Vastly different. History never repeats because history happens. Occupy 3.0 can’t be the same as Occupy 2.0, because Occupy 2.0 happened.

The big differences….

People are simply not as angry or upset as they were in 2014. The economy is picking up. Rents aren’t totally crazy. It’s not great, but you don’t have the level of frustration that you had in 2014.

The Chief Executive is not that unpopular. One problem that the previous CE had was that the pro-establishment people never liked or trusted him, and when the pan-democrats turned against him, he had no one. The current CE has the very strong backing of the pro-establishment camp.

You have large segments of the Hong Kong population that were fed up with Occupy 2.0 and can be expected to be against Occupy 3.0. The particularly segment are working class blue-collar people, bus drivers, construction workers, taxi drivers, policemen. These people are people that would vote for Trump if they were in the US. The thing about this group of people is that they are doing economically quite well. During Occupy, this group of people were not mobilized until late in the day, whereas they provide “silent majority” support for the government.

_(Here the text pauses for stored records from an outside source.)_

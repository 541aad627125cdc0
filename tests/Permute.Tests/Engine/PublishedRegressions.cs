using System.Text.Json;
using Permute.Data;
using Permute.Design;
using Permute.Engine;
using Permute.Statistics;

namespace Permute.Tests.Engine;

/// <summary>
/// Regressions with covariates, blocks and F on published data, every arrangement enumerated by ordinary least squares in another language: regression-permutation.json
/// names the data and the rule of each count.
/// </summary>
public class PublishedRegressions
{
    private static readonly JsonElement Source = Reference.Json("regression-permutation.json");

    public static TheoryData<string, string, Direction> Regressions()
    {
        var all = new TheoryData<string, string, Direction>();
        foreach (var (key, tested) in new[] { ("regression", "wt"), ("regression_2", "hp") })
            foreach (Direction d in Enum.GetValues<Direction>()) all.Add(key, tested, d);
        return all;
    }

    [Theory]
    [MemberData(nameof(Regressions))]
    public void Freedman_and_Lane_give_the_expected_counts(string key, string tested, Direction direction)
    {
        JsonElement expected = Source.GetProperty(key).GetProperty("expected");
        var (columns, n) = Cars();
        double[][] nuisance = [Questions.Ones(n), .. new[] { "wt", "hp", "qsec" }.Where(c => c != tested).Select(c => columns[c])];
        Model model = Questions.Linear([columns[tested]], nuisance, direction, tested);
        RunResult run = Enumerate(columns["mpg"], model, out double t);
        JsonElement counts = expected.GetProperty("freedman_lane_1983");
        Assert.Equal(expected.Int("df"), model.DegreesOfFreedom);
        Assert.Equal(expected.Double("t"), t, 1e-8);
        Assert.Equal(expected.Double("coefficient"), model.Estimate(columns["mpg"]), 1e-8);
        Assert.Equal(counts.Int("N"), run.Maxima.Count);
        Assert.Equal(counts.Int(direction switch { Direction.Greater => "count_ge", Direction.Less => "count_le", _ => "count_abs_ge" }), run.Uncorrected![0]);
        Assert.False(model.Exact);
    }

    [Fact]
    public void The_F_of_two_regressors_beside_a_covariate_gives_the_expected_count()
    {
        JsonElement expected = Source.GetProperty("f_test").GetProperty("expected");
        var (columns, n) = Cars();
        Model model = Questions.Linear([columns["wt"], columns["hp"]], [Questions.Ones(n), columns["qsec"]], Direction.Both, "wt hp");
        RunResult run = Enumerate(columns["mpg"], model, out double f);
        Assert.Equal(expected.Double("F"), f, 1e-8);
        Assert.Equal((expected.Int("k"), expected.Int("df")), (model.Regressors.Count, model.DegreesOfFreedom));
        Assert.Equal(expected.Int("N"), run.Maxima.Count);
        Assert.Equal(expected.Int("count_ge"), run.Uncorrected![0]);
        double[] maxima = [.. run.Maxima.Height.OrderDescending()];
        Assert.Equal(expected.Double("p"), maxima.Count(m => Ties.Reaches(m, f)) / (double)maxima.Length, 1e-12);
        Assert.Equal(expected.Double("parametric_p"), Permute.FieldTheory.Marginal.Of(model).UpperTail(f), 1e-11);
    }

    [Theory]
    [InlineData(Direction.Greater, "count_ge")]
    [InlineData(Direction.Less, "count_le")]
    [InlineData(Direction.Both, "count_abs_ge")]
    public void A_slope_inside_blocks_gives_the_expected_counts(Direction direction, string key)
    {
        JsonElement expected = Source.GetProperty("within_block").GetProperty("expected");
        var (names, cells) = Reference.Table("peas-blocks.tsv");
        double[] Column(string name) => [.. cells.Select(r => Reference.Number(r[Array.IndexOf(names, name)]))];
        int[] blockOf = [.. Column("block").Select(b => (int)b)];
        Model model = Questions.Linear([Column("N")], Questions.Indicators(blockOf), direction, "N", blockOf);
        Assert.Equal(expected.Int("N"), model.Relabelings.Possible);
        Assert.Equal(expected.Int("df"), model.DegreesOfFreedom);
        Assert.True(model.Exact);
        Assert.Equal(direction == Direction.Both ? 2 : 1, model.Relabelings.Ties(direction));
        RunResult run = Enumerate(Column("yield"), model, out double t);
        Assert.Equal(expected.Double("t"), t, 1e-8);
        Assert.Equal(expected.Int(key), run.Uncorrected![0]);
    }

    private static (Dictionary<string, double[]> Columns, int Images) Cars()
    {
        var (names, cells) = Reference.Table("cars-regression.tsv");
        return (names.Skip(1).ToDictionary(c => c, c => cells.Select(r => Reference.Number(r[Array.IndexOf(names, c)])).ToArray()), cells.Length);
    }

    private static RunResult Enumerate(double[] y, Model model, out double observed)
    {
        using var data = SubjectMatrix.FromRows([.. y.Select(v => new[] { v })]);
        using var loop = new RelabelingLoop(data, null, model, new RelabelingPlan(model.Relabelings, int.MaxValue, 1), new Measures { Uncorrected = true }, 2);
        observed = loop.Observed[0];
        return loop.Run();
    }
}
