using Permute.Data;
using Permute.Design;
using Permute.Engine;
using Permute.Statistics;

namespace Permute.Tests.Engine;

/// <summary>The dense kernel against the plain double-precision formula, at every instruction set this machine has.</summary>
public class CorrelationKernelTests
{
    private static readonly double[] Forming = [0.8, 2.5];

    public static TheoryData<int> ImageCounts() => [5, 6, 7, 8, 9, 12, 17, 20, 33, 70];

    [Theory]
    [MemberData(nameof(ImageCounts))]
    public void Heights_and_voxels_above_equal_the_reference(int images)
    {
        Mask mask = Made.Mask(5 + images % 3, 4, 3);
        double[][] rows = Made.SmoothRows(images, mask, images);
        foreach (Direction direction in Enum.GetValues<Direction>())
            foreach (Model model in Models(images, direction))
            {
                var plan = new RelabelingPlan(model.Relabelings, 20, 3);
                double[][] expected = [.. Enumerable.Range(0, plan.Count).Select(k => Made.Reference(rows, model, plan, k))];
                foreach (InstructionSet set in InstructionSets.Supported)
                {
                    RunResult run = Made.Run(rows, model, mask, 20, Forming, set: set, stepDown: images % 2 == 0 ? 1000 : 7);
                    for (int k = 0; k < plan.Count; k++)
                    {
                        double best = expected[k].Max();
                        Assert.Equal(best, run.Maxima.Height[k], 1e-8 * Math.Max(1, Math.Abs(best)));
                        for (int j = 0; j < Forming.Length; j++)
                            if (expected[k].All(t => Math.Abs(t - Forming[j]) > 1e-4)) // nearer voxels may fall on either side
                                Assert.Equal(expected[k].Count(t => t > Forming[j]), run.Maxima.Clusters[j].VoxelsAbove[k]);
                    }
                }
            }
    }

    [Fact]
    public void Every_instruction_set_thread_and_chunk_gives_the_same_bits()
    {
        Mask mask = Made.Mask(9, 8, 5);
        double[][] rows = Made.SmoothRows(8, mask, 4);
        foreach (Model model in Models(8, Direction.Both))
        {
            RunResult first = Made.Run(rows, model, mask, 200, Forming, mass: true, uncorrected: true, stepDown: 40);
            foreach (InstructionSet set in InstructionSets.Supported)
                foreach (var (threads, chunk) in new[] { (1, 64), (2, 200), (8, 7) })
                {
                    RunResult again = Made.Run(rows, model, mask, 200, Forming, mass: true, uncorrected: true, stepDown: 40, set: set, threads: threads, chunk: chunk);
                    Assert.Equal(first.Maxima.Height, again.Maxima.Height);
                    Assert.Equal(first.StepDown.Counts, again.StepDown.Counts);
                    Assert.Equal(first.Uncorrected, again.Uncorrected);
                    for (int j = 0; j < Forming.Length; j++)
                    {
                        Assert.Equal(first.Maxima.Clusters[j].Extent, again.Maxima.Clusters[j].Extent);
                        Assert.Equal(first.Maxima.Clusters[j].Mass, again.Maxima.Clusters[j].Mass);
                    }
                }
        }
    }

    /// <summary>With three covariates on 8 images many relabeled residuals lie nearly in the nuisance space, where only double precision can tell.</summary>
    [Theory]
    [InlineData(Direction.Greater)]
    [InlineData(Direction.Less)]
    [InlineData(Direction.Both)]
    public void Uncorrected_and_step_down_counts_are_those_of_the_definition(Direction direction)
    {
        double[][] rows = Made.Rows(8, 150, 4, 0.4);
        foreach (Model model in Models(8, direction))
        {
            var plan = new RelabelingPlan(model.Relabelings, 256, 3);
            double[][] values = [.. Enumerable.Range(0, plan.Count).Select(k => Made.Reference(rows, model, plan, k))];
            RunResult run = Made.Run(rows, model, relabelings: 256, uncorrected: true, stepDown: 60);
            for (int v = 0; v < 150; v++)
                Assert.Equal(values.Count(k => Ties.Reaches(k[v], values[0][v])), run.Uncorrected![v]);
            int[] ranked = [.. Enumerable.Range(0, 150).OrderByDescending(v => values[0][v]).ThenBy(v => v)];
            Assert.Equal(ranked[..60], run.StepDown.Voxels);
            for (int r = 0; r < 60; r++)
                Assert.Equal(values.Count(k => Ties.Reaches(ranked[r..].Max(v => k[v]), values[0][ranked[r]])), run.StepDown.Counts[r]);
        }
    }

    [Fact]
    public void The_square_of_t_is_the_F_of_one_regressor()
    {
        Mask mask = Made.Mask(6, 5, 4);
        double[][] rows = Made.SmoothRows(9, mask, 8);
        double[][] nuisance = [Questions.Ones(9), Column(9, 5)];
        RunResult t = Made.Run(rows, Questions.Linear([Column(9, 4)], nuisance, Direction.Both, "x"), mask, 300, [1.5]);
        RunResult f = Made.Run(rows, Questions.Linear([Column(9, 4)], nuisance, Direction.Both, "x", statistic: "f"), mask, 300, [2.25]);
        foreach (var (a, b) in t.Maxima.Height.Zip(f.Maxima.Height)) Assert.Equal(a * a, b, 1e-9 * b);
        Assert.Equal(t.Maxima.Clusters[0].VoxelsAbove, f.Maxima.Clusters[0].VoxelsAbove);
        Assert.Equal(t.StepDown.Counts, f.StepDown.Counts);
    }

    [Fact]
    public void The_subset_sums_and_the_products_agree_where_both_apply()
    {
        Mask mask = Made.Mask(6, 5, 4);
        double[][] rows = Made.SmoothRows(10, mask, 8);
        RunResult sums = Made.Run(rows, Made.Halves(10, Direction.Less), mask, int.MaxValue, [1.5], uncorrected: true);
        double[] x = [.. Enumerable.Range(0, 10).Select(i => i < 5 ? 1.0 : 0)];
        RunResult products = Made.Run(rows, Questions.Linear([x], [Questions.Ones(10)], Direction.Less, "x"), mask, int.MaxValue, [1.5], uncorrected: true);
        Assert.Equal(252, products.Maxima.Count);
        foreach (var (a, b) in sums.Maxima.Height.Order().Zip(products.Maxima.Height.Order())) Assert.Equal(a, b, 1e-9);
        Assert.Equal(sums.Maxima.Clusters[0].Extent.Order(), products.Maxima.Clusters[0].Extent.Order());
        Assert.Equal(sums.Uncorrected, products.Uncorrected);
        Assert.Equal(sums.StepDown.Counts, products.StepDown.Counts);
    }

    [Fact]
    public void F_of_groups_is_a_one_way_analysis_of_variance()
    {
        int[] groupOf = [0, 0, 1, 1, 1, 2, 2, 2, 2];
        double[][] rows = Made.Rows(9, 3, 6);
        RunResult run = Made.Run(rows, Questions.Linear(Questions.Indicators(groupOf)[1..], [Questions.Ones(9)], Direction.Both, "g"), relabelings: 2);
        double best = Enumerable.Range(0, 3).Max(v =>
        {
            double[] y = [.. rows.Select(r => r[v])];
            double grand = y.Average(), between = 0, within = 0;
            foreach (var group in Enumerable.Range(0, 9).GroupBy(i => groupOf[i]))
            {
                double mean = group.Average(i => y[i]);
                between += group.Count() * (mean - grand) * (mean - grand);
                within += group.Sum(i => (y[i] - mean) * (y[i] - mean));
            }
            return between / 2 / (within / 6);
        });
        Assert.Equal(best, run.Maxima.Height[0], 1e-10);
    }

    private static double[] Column(int images, long seed)
    {
        var random = new Philox(seed, 9);
        return [.. Enumerable.Range(0, images).Select(_ => random.Normal())];
    }

    private static IEnumerable<Model> Models(int images, Direction direction)
    {
        double[] ones = Questions.Ones(images), x = Column(images, 1);
        double[][] three = [Column(images, 2), Column(images, 3), [.. Enumerable.Range(0, images).Select(i => (double)(i % 3))]];
        int[] blockOf = [.. Enumerable.Range(0, images).Select(i => i < (images + 1) / 2 ? 0 : 1)];
        yield return Questions.Linear([x], [ones], direction, "slope");
        if (images > 5) yield return Questions.Linear([x], [ones, .. three], direction, "slope with covariates");
        yield return Questions.Linear([x], [.. Questions.Indicators(blockOf), three[0]], direction, "slope in blocks", blockOf);
        if (images > 5) yield return Questions.Linear([ones], three, direction, "mean with covariates", flips: true);
        if (direction != Direction.Both) yield break;
        yield return Questions.Linear([x, three[0]], [ones], direction, "two regressors");
        if (images > 6) yield return Questions.Linear(Questions.Indicators([.. Enumerable.Range(0, images).Select(i => i % 3)])[1..], [ones, .. three[..2]], direction, "groups with covariates");
    }
}
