describe('an accepted report', () => {
  test(
    'leaves the published chart as it is and stands in the next one by its own grade',
    { timeout: 90_000 },
    async () => {
      const before = await sofia.get(`/charts/${chartId}`);
      const point = await sent();
      const touched = await sent({ at: { by: 'spot', spotId } }, { depthBy: 'lead_count' });
      const declined = await sent();
      const pattern = await sent({ at: { by: 'spot', spotId } }, { depthM: 4, depthBy: 'other' });
      await decide(here.people.office, point, ACCEPT);
      await decide(here.people.office, touched, ACCEPT);
      await decide(here.people.office, declined, { decision: 'decline', reason: 'No.' });
      await decide(here.people.office, pattern, { ...ACCEPT, remeasured: { day: DAY, depthM: 2.2 } });
      expect((await sofia.get(`/charts/${chartId}`)).body).toEqual(before.body);

      const joan = here.people.head_bailiff;
      const draft = await draftedChart(server, { person: joan, lakeId: water.lake.id, visitIds: [visitId] });
      const seen = ChartView.parse((await joan.get(`/charts/${draft}`)).body);
      const gradeOf = (id: string) => seen.soundings?.find((sounding) => sounding.id === id)?.grade ?? null;
      expect([point, touched, declined, pattern].map(gradeOf)).toEqual(['C', 'D', null, 'B']);
      expect(seen.soundings?.find(({ id }) => id === point)?.depthM).toBeCloseTo(1.44, 9);
      const review = ChartReview.parse((await joan.get(`/charts/${draft}/review`)).body);
      expect(review.checks.find(({ key }) => key === 'built')?.state).toBe('passed');
      expect((await listed(joan)).find(({ id }) => id === point)?.charts.map(({ id }) => id)).toContain(
        draft,
      );
      expect((await mine(sofia)).find(({ id }) => id === point)?.charts).toEqual([]); // a draft is the staff's own

      const later = await sent();
      await decide(here.people.office, later, ACCEPT);
      const stale = ChartReview.parse((await joan.get(`/charts/${draft}/review`)).body);
      expect(stale.checks.find(({ key }) => key === 'built')?.state).toBe('failed');
    },
  );

  test('moves the surface only from grade B up', { timeout: 90_000 }, async () => {
    const joan = here.people.head_bailiff;
    const lakeId = water.lake.id;
    const drafted = async () => {
      const id = await draftedChart(server, { person: joan, lakeId, visitIds: [visitId] });
      return ChartView.parse((await joan.get(`/charts/${id}`)).body);
    };
    const before = await drafted();
    const at = told().at;
    if (at.by !== 'count') throw new Error('A count was meant');
    const aside = { ...at, wrapsWhole: 10, remainderM: 1.5, offsetDeg: 3 };
    await decide(here.people.office, await sent({ at: aside }, { depthM: 6 }), ACCEPT);
    const withPoint = await drafted();
    expect(withPoint.depth).toBe(before.depth);
    expect(withPoint.isobaths).toEqual(before.isobaths);
    const again = await sent({ at: aside }, { depthM: 6 });
    await decide(here.people.office, again, { ...ACCEPT, remeasured: { day: DAY, depthM: 6 } });
    expect((await drafted()).depth).not.toBe(before.depth);
  });
});

describe('taking back an accepted report', () => {
  const takeBack = (person: Person, id: string, reason = 'Sofia had mistaken the chimney.') =>
    person.post(`/disagreements/${id}/take-back`).send({ reason });
  const accepted = async (by = sofia): Promise<string> => {
    const id = await sent({}, {}, by);
    expect((await decide(here.people.office, id, ACCEPT)).status).toBe(200);
    return id;
  };

  test('keeps what it was accepted as, tells the angler why, and leaves no word for a second', async () => {
    const id = await accepted();
    const answer = await takeBack(here.people.head_bailiff, id);
    expect(answer.status, answer.text).toBe(200);
    expect(DisagreementForReview.parse(answer.body)).toMatchObject({
      status: 'taken_back',
      grade: 'C',
      decidedBy: 'The office',
      takenBackBy: 'The head bailiff',
      takenBack: { reason: 'Sofia had mistaken the chimney.' },
      may: { decide: false, takeBack: false },
    });
    expect((await mine(sofia)).find((each) => each.id === id)).toMatchObject({
      status: 'taken_back',
      takenBack: { reason: 'Sofia had mistaken the chimney.' },
    });
    expect((await takeBack(here.people.head_bailiff, id)).status).toBe(200); // sent twice
    const late = await takeBack(here.people.manager, id);
    expect(problem(late.body).title).toBe('This was taken back already, by The head bailiff');
    expect((await decide(here.people.manager, id, ACCEPT)).status).toBe(409);
  });

  test('is for those who decide, never for one’s own, and of an accepted one', async () => {
    const id = await accepted();
    expect((await takeBack(here.people.bailiff, id)).status).toBe(403);
    expect((await takeBack(sofia, id)).status).toBe(404);
    expect((await takeBack(elsewhere.people.manager, id)).status).toBe(404);
    expect((await takeBack(here.people.office, id, ' ')).status).toBe(400);
    expect((await takeBack(here.people.office, randomUUID())).status).toBe(404);
    const own = await sent({}, {}, here.people.head_bailiff);
    await decide(here.people.office, own, ACCEPT);
    expect((await takeBack(here.people.head_bailiff, own)).status).toBe(403);
    const waiting = await sent();
    expect((await takeBack(here.people.office, waiting)).status).toBe(409);
  });

  test('of two at once one is heard', async () => {
    const id = await accepted(here.people.member);
    const answers = await Promise.all([
      takeBack(here.people.office, id, 'One reason'),
      takeBack(here.people.manager, id, 'Another'),
    ]);
    expect(answers.map(({ status }) => status).sort()).toEqual([200, 409]);
  });

  test(
    'leaves the published chart, and asks a draft to be built without it',
    { timeout: 60_000 },
    async () => {
      const id = await accepted(here.people.bailiff);
      const joan = here.people.head_bailiff;
      const draft = await draftedChart(server, { person: joan, lakeId: water.lake.id, visitIds: [visitId] });
      const before = (await sofia.get(`/charts/${chartId}`)).body;
      await takeBack(here.people.manager, id);
      expect((await sofia.get(`/charts/${chartId}`)).body).toEqual(before);
      const stale = ChartReview.parse((await joan.get(`/charts/${draft}/review`)).body);
      expect(stale.checks.find(({ key }) => key === 'built')).toMatchObject({
        state: 'failed',
        blocks: true,
      });
      await joan.post(`/charts/${draft}/rebuild`);
      await server.settle();
      const seen = ChartView.parse((await joan.get(`/charts/${draft}`)).body);
      expect(seen.soundings?.some((sounding) => sounding.id === id)).toBe(false);
    },
  );
});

The students are leaderless. Occupy 2.0 were lead by two student groups. Scholasticism under Joshua Wong and the HK Federation of Students. Neither group exists now, because after Occupy, they had vicious internal fights that lead to them collapsing. Also the extradition bill is not something that arouses a huge amount of passion on students. It’s a “please sign this petition to save the whales” as supposed to “I will stand in front of the tank.”

The people that tried to organize this set of protests are the pan-democrats. These are middle aged sensible people with kids, jobs and mortgages. The trouble with having middle aged sensible people leading a demonstration is that they very quickly lose control to “angry youth” that start throwing bottles and trying to storm Legco. A lot of motivation for “angry youth” is rebellion, but they aren’t going to take orders from the sensible pan-democrats any more than from Carrie Lam.

The police have a lot better tactics. The big one is that the police have discovered that smart phones exist. In 2014, the demonstrators were able to coordinate using smart phones and chat groups, and the police had no idea that they were there. This time the police were monitoring the chat groups. Encryption and secret chats don’t work, because the purpose of the group is to broadcast a message getting thousands of people to come to location X, and if you limit the people that read, you defeat the purpose. Also, in 2014, the police had static formations (and I suspect that this comes from the 1967 riots). This time they used the static locations as base areas, but they were willing to move forward. Also, you had tons of reporters following the police, which helps with the media war, and some of those reporters were very pro-police. In the meeting of a police action, it’s easy to get really graphic pictures, but if you have sympathetic reporters also taking pictures, you get them from a different angle.